Singkat cerita tibalah hari H  acara penahbisan Uskup Petrus Turang pada 27 Juli 1997 di Arena Promosi Hasil Kerajinan Tangan Rakyat NTT, Kelurahan Fatululi, Kecamatan Kelapa Lima, Kupang.

Di lokasi tersebut kini berdiri megah Lippo Mall Kupang. Arena promosi yang dibangun masa pemerintahan Herman Musakabe  tak berbekas lagi.

Uskup Agung Jakarta, Kardinal Julius Darmaatmadja, SJ bertindak sebagai Penahbis Utama  didampingi Pro-Nuncio Apostolik untuk Indonesia yang bergelar Uskup Agung Tituler Bellicastrum, Pietro Sambi dan Uskup Agung Kupang saat itu, Gregorius Manteiro, SVD.

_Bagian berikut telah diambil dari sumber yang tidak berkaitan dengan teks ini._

package org.shutline.cli;

import com.fasterxml.jackson.databind.node.ArrayNode;
import com.fasterxml.jackson.databind.node.ObjectNode;
import java.io.IOException;
import java.io.PrintWriter;
import java.nio.file.Path;
import java.util.ArrayList;
import java.util.List;
import java.util.Locale;
import java.util.Map;
import java.util.concurrent.Callable;
import org.shutline.analysis.Isolation;
import org.shutline.analysis.PlanEvaluation;
import org.shutline.model.Finding;
import org.shutline.report.FindingSection;
import org.shutline.io.AtomicFiles;
import org.shutline.io.OutputPackage;
import org.shutline.io.InputException;
import org.shutline.model.Caution;
import org.shutline.model.Progress;
import org.shutline.model.ServiceClass;
import org.shutline.model.Words;
import org.shutline.plan.Plan;
import org.shutline.plan.PlanException;
import org.shutline.plan.PlanReader;
import org.shutline.report.Csv;
import org.shutline.app.AnalysisSettings;
import org.shutline.app.PlanStudy;
import org.shutline.app.Workspace;
import picocli.CommandLine.Command;
import picocli.CommandLine.Mixin;
import picocli.CommandLine.Model.CommandSpec;
import picocli.CommandLine.Option;
import picocli.CommandLine.Parameters;
import picocli.CommandLine.Spec;

/**
 * {@code shutline plan NETWORK PLAN [--format text|json|csv] [--out DIR]}: evaluates
 * every step of a work plan (docs/plan-format.md) and prints a per-step table (step,
 * action, services off, meters off, critical customers off, hazards) and the hazards
 * with the action to take. Exit 0 when no step raises a critical hazard, 1 when one
 * does, 2 when the network or plan cannot be read or applied.
 */
@Command(name = "plan", mixinStandardHelpOptions = true,
    description = "Evaluate a work plan step by step: customers off gas, valves, hazards.")
public final class PlanCommand implements Callable<Integer>, WriteGuard.Writes {
    @Spec private CommandSpec spec;

    @Mixin private NetworkOptions input;

    @Parameters(index = "1", paramLabel = "PLAN", description = "the work plan (YAML)")
    private Path planFile;

    @Mixin private Formats.TextJsonCsv format;

    @Option(names = "--out", paramLabel = "DIR", description = "also write plan-steps.csv, plan-hazards.csv and plan.json into DIR")
    private Path out;

    @Mixin private SettingsOptions settings;
    @Mixin private PlanCheckOptions checks;

    @Override
    public List<Path> outputs() {
        return out == null ? List.of() : List.of(out.resolve("plan-steps.csv"), out.resolve("plan-hazards.csv"), out.resolve("plan.json"));
    }

    @Override
    public Path outputFolder() {
        return out;
    }

    @Override
    public Integer call() throws InputException, PlanException {
        PrintWriter o = spec.commandLine().getOut();
        PrintWriter err = spec.commandLine().getErr();
        PlanEvaluation.Result r = evaluate(input, planFile, checks.apply("plan", settings.settings()), Progress.NONE);
        String text = switch (format.format()) {
            case json -> Json.write(json(r));
            case csv -> stepsCsv(r);
            default -> text(r);
        };
        o.print(text);
        o.flush();
        if (out != null) {
            try {
                OutputPackage pkg = OutputFolder.start(out, spec, err);
                for (String[] f : new String[][] {{"plan-steps.csv", stepsCsv(r)}, {"plan-hazards.csv", hazardsCsv(r)},
                        {"plan.json", Json.write(json(r))}}) {
                    AtomicFiles.writeString(pkg.file(f[0]), f[1]);
                    pkg.add(pkg.file(f[0]));
                }
                pkg.commit();
            } catch (IOException e) {
                return NetworkInput.badInput(err, "plan: cannot write to " + out + ": " + e.getMessage());
            }
        }
        return r.hasCritical() ? 1 : 0;
    }

    /** Opens the network, reads the plan and evaluates it ({@link PlanStudy}); shared with {@code export --plan}. */
    static PlanEvaluation.Result evaluate(NetworkOptions input, Path planFile, AnalysisSettings settings, Progress progress)
            throws InputException, PlanException {
        Workspace w = input.open(settings);
        Plan plan = PlanReader.read(planFile);
        return PlanStudy.evaluate(w, plan, planFile.getFileName().toString(), settings, progress);
    }

    /** {@code text} split at blanks into lines of at most {@code width} characters (a longer word on a line of its own). */
    static List<String> wrap(String text, int width) {
        List<String> out = new ArrayList<>();
        StringBuilder line = new StringBuilder();
        for (String w : text.split(" ")) {
            if (line.length() > 0 && line.length() + 1 + w.length() > width) {
                out.add(line.toString());
                line.setLength(0);
            }
            if (line.length() > 0) line.append(' ');
            line.append(w);
        }
        out.add(line.toString());
        return out;
    }

    static String hazardCodes(List<Finding> hs) {
        List<String> s = new ArrayList<>();
        for (Finding h : hs) s.add(h.code() + " (" + Words.word(h.severity()) + (h.mitigated() ? ", mitigated" : "") + ")");
        return String.join("; ", s);
    }

    private String text(PlanEvaluation.Result r) {
        Plan p = r.states().plan();
        StringBuilder sb = new StringBuilder();
        sb.append("Work plan: ").append(p.project()).append("\nNetwork: ").append(r.states().base().network().sourceName())
                .append("\nPlan file: ").append(planFile).append("\n\n");
        if (!r.recordedHazards().isEmpty()) {
            sb.append("In the network as recorded (before step 1):\n");
            sb.append(FindingSection.text(r.recordedHazards(), Integer.MAX_VALUE, "  ")).append('\n');
        }
        sb.append(String.format(Locale.ROOT, "%4s %-5s %-58s %8s %7s %8s  %s%n", "step", "phase", "action", "svc off", "mtr off", "crit off", "hazards (new at this step)"));
        for (PlanEvaluation.StepResult s : r.steps()) {
            // a long action wraps at blanks onto continuation lines under its column, never cut
            List<String> action = wrap(s.step().describe(), 58);
            sb.append(String.format(Locale.ROOT, "%4d %-5d %-58s %8d %7d %8d  %s%s%n", s.step().number(), s.step().phase() + 1, action.get(0),
                    s.servicesOff(), s.metersOff(), s.criticalOff().size(), hazardCodes(s.hazards()),
                    s.continuing().isEmpty() ? "" : (s.hazards().isEmpty() ? "" : "; ") + "(" + s.continuing().size() + " continuing)"));
            for (String more : action.subList(1, action.size())) sb.append(String.format(Locale.ROOT, "%11s%s%n", "", more));
        }
        sb.append("\nPhases:\n");
        for (PlanEvaluation.PhaseResult ph : r.phases()) {
            sb.append(String.format(Locale.ROOT, "  %d. %-40s customer-hours off gas %.1f; off at end of phase %d%n", ph.index() + 1,
                    ph.phase().name(), ph.customerHours(), ph.servicesOffAtEnd()));
        }
        boolean any = false;
        for (PlanEvaluation.StepResult s : r.steps()) {
            if (s.hazards().isEmpty() && s.notices().isEmpty() && s.suggestion() == null && s.criticalOff().isEmpty()) continue;
            if (!any) sb.append("\nFindings by step:\n");
            any = true;
            sb.append("\nStep ").append(s.step().number()).append(": ").append(s.step().describe()).append('\n');
            sb.append(FindingSection.text(s.hazards(), Integer.MAX_VALUE, "  "));
            for (String n : s.notices()) sb.append("  note: ").append(n).append('\n');
            for (PlanEvaluation.CriticalOff c : s.criticalOff()) {
                sb.append("  critical customer off: ").append(c.serviceId()).append(" ").append(c.kind())
                        .append(c.address() == null ? "" : ", " + c.address()).append('\n');
            }
            if (s.suggestion() != null) {
                sb.append("  suggested order: ").append(String.join(", ", s.suggestion().order())).append('\n');
                for (Isolation.Fallback f : s.suggestion().fallbacks()) {
                    sb.append("  if ").append(f.valveId()).append(" will not close (").append(f.why()).append("): ")
                            .append(org.shutline.report.ReportView.fallbackText(f)).append('\n');
                }
            }
        }
        long crit = r.steps().stream().flatMap(s -> s.hazards().stream()).filter(Finding::critical).count();
        int dataErrors = DataErrors.current();
        String data = dataErrors == 0 ? "" : "; the network read gave " + dataErrors
                + (dataErrors == 1 ? " data error" : " data errors") + " (see the line on stderr and `shutline check`)";
        sb.append('\n').append(crit == 0 ? "Result: no critical hazard raised by the plan" + data + " (exit " + (dataErrors == 0 ? 0 : 1) + ")."
                : "Result: " + crit + " critical hazard(s) raised by the plan" + data + " (exit 1).").append('\n');
        sb.append('\n').append(Caution.TEXT).append('\n');
        return sb.toString();
    }

    static ObjectNode json(PlanEvaluation.Result r) {
        Plan p = r.states().plan();
        ObjectNode root = Json.object();
        root.put("project", p.project());
        root.put("network", r.states().base().network().sourceName());
        root.put("critical", r.hasCritical());
        root.put("data_errors", DataErrors.current());
        ArrayNode rec = root.putArray("recorded_hazards");
        for (Finding h : r.recordedHazards()) FindingSection.json(rec, h);
        ArrayNode steps = root.putArray("steps");
        for (PlanEvaluation.StepResult s : r.steps()) {
            ObjectNode o = steps.addObject();
            o.put("step", s.step().number());
            o.put("phase", s.step().phase() + 1);
            o.put("phase_name", p.phases().get(s.step().phase()).name());
            o.put("action", s.step().describe());
            o.put("kind", s.step().action().key());
            o.put("services_off", s.servicesOff());
            o.put("meters_off", s.metersOff());
            List<String> crit = new ArrayList<>();
            for (PlanEvaluation.CriticalOff c : s.criticalOff()) crit.add(c.serviceId());
            o.set("critical_off", Json.strings(crit));
            ObjectNode byClass = o.putObject("services_off_by_class");
            for (ServiceClass c : ServiceClass.values()) byClass.put(Words.word(c), s.servicesOffByClass().getOrDefault(c, 0));
            o.set("went_off", Json.strings(s.wentOff()));
            o.set("came_back", Json.strings(s.cameBack()));
            ObjectNode feeds = o.putObject("district_feeds");
            for (Map.Entry<String, List<String>> e : new java.util.TreeMap<>(s.districtFeeds()).entrySet()) feeds.set(e.getKey(), Json.strings(e.getValue()));
            ArrayNode hz = o.putArray("hazards");
            for (Finding h : s.hazards()) FindingSection.json(hz, h);
            ArrayNode cont = o.putArray("continuing");
            for (Finding h : s.continuing()) cont.add(h.key());
            o.set("notices", Json.strings(s.notices()));
            if (s.suggestion() != null) {
                o.set("suggested_order", Json.strings(s.suggestion().order()));
                ArrayNode fb = o.putArray("fallbacks");
                for (Isolation.Fallback f : s.suggestion().fallbacks()) {
                    ObjectNode fo = fb.addObject();
                    fo.put("valve", f.valveId());
                    fo.set("then_close", Json.strings(f.thenClose()));
                    fo.put("adds_services", f.addedServices().size());
                    fo.put("adds_meters", f.addedMeters());
                    fo.put("stays_on_services", f.stayOnServices().size());
                    fo.put("text", org.shutline.report.ReportView.fallbackText(f));
                }
            }
        }
        ArrayNode phases = root.putArray("phases");
        for (PlanEvaluation.PhaseResult ph : r.phases()) {
            ObjectNode o = phases.addObject();
            o.put("phase", ph.index() + 1);
            o.put("name", ph.phase().name());
            if (ph.phase().start() != null) o.put("start", ph.phase().start().toString());
            if (ph.phase().end() != null) o.put("end", ph.phase().end().toString());
            o.put("customer_hours", Math.round(ph.customerHours() * 10) / 10.0);
            o.put("services_off_at_end", ph.servicesOffAtEnd());
        }
        root.put("caution", Caution.TEXT);
        return root;
    }

    static String stepsCsv(PlanEvaluation.Result r) {
        List<List<String>> rows = new ArrayList<>();
        for (PlanEvaluation.StepResult s : r.steps()) {
            rows.add(List.of(Integer.toString(s.step().number()), Integer.toString(s.step().phase() + 1), s.step().describe(),
                    Integer.toString(s.servicesOff()), Long.toString(s.metersOff()), Integer.toString(s.criticalOff().size()),
                    hazardCodes(s.hazards())));
        }
        return Csv.format(List.of("step", "phase", "action", "services_off", "meters_off", "critical_off", "hazards"), rows);
    }

    static String hazardsCsv(PlanEvaluation.Result r) {
        List<List<String>> rows = new ArrayList<>();
        List<Finding> all = new ArrayList<>(r.recordedHazards());
        for (PlanEvaluation.StepResult s : r.steps()) all.addAll(s.hazards());
        for (Finding h : all) {
            rows.add(List.of(Integer.toString(h.step()), h.code(), Words.word(h.severity()), String.join(" ", h.features()),
                    Double.isNaN(h.x()) ? "" : String.format(Locale.ROOT, "%.2f", h.x()), Double.isNaN(h.y()) ? "" : String.format(Locale.ROOT, "%.2f", h.y()),
                    h.message(), h.action(), h.mitigated() ? h.mitigatedBy() : ""));
        }
        return Csv.format(List.of("step", "code", "severity", "features", "x", "y", "message", "action", "mitigated_by"), rows);
    }
}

Upacara penahbisan berlangsung hikmat dan meriah. Sukses. Puluhan ribu umat Katolik tumpah ruah di sana.

Saya masih ingat  kepada siapa ucapan terima kasih pertama yang disampaikan Uskup Petrus Turang, Pr saat memberikan sambutan seusai prosesi penahbisan. Beliau mengucapkan terima kasih kepada wartawan!

“Terima kasih wartawan yang telah menulis sangat banyak tentang saya dan keuskupan ini.” kata Uskup Petrus Turang.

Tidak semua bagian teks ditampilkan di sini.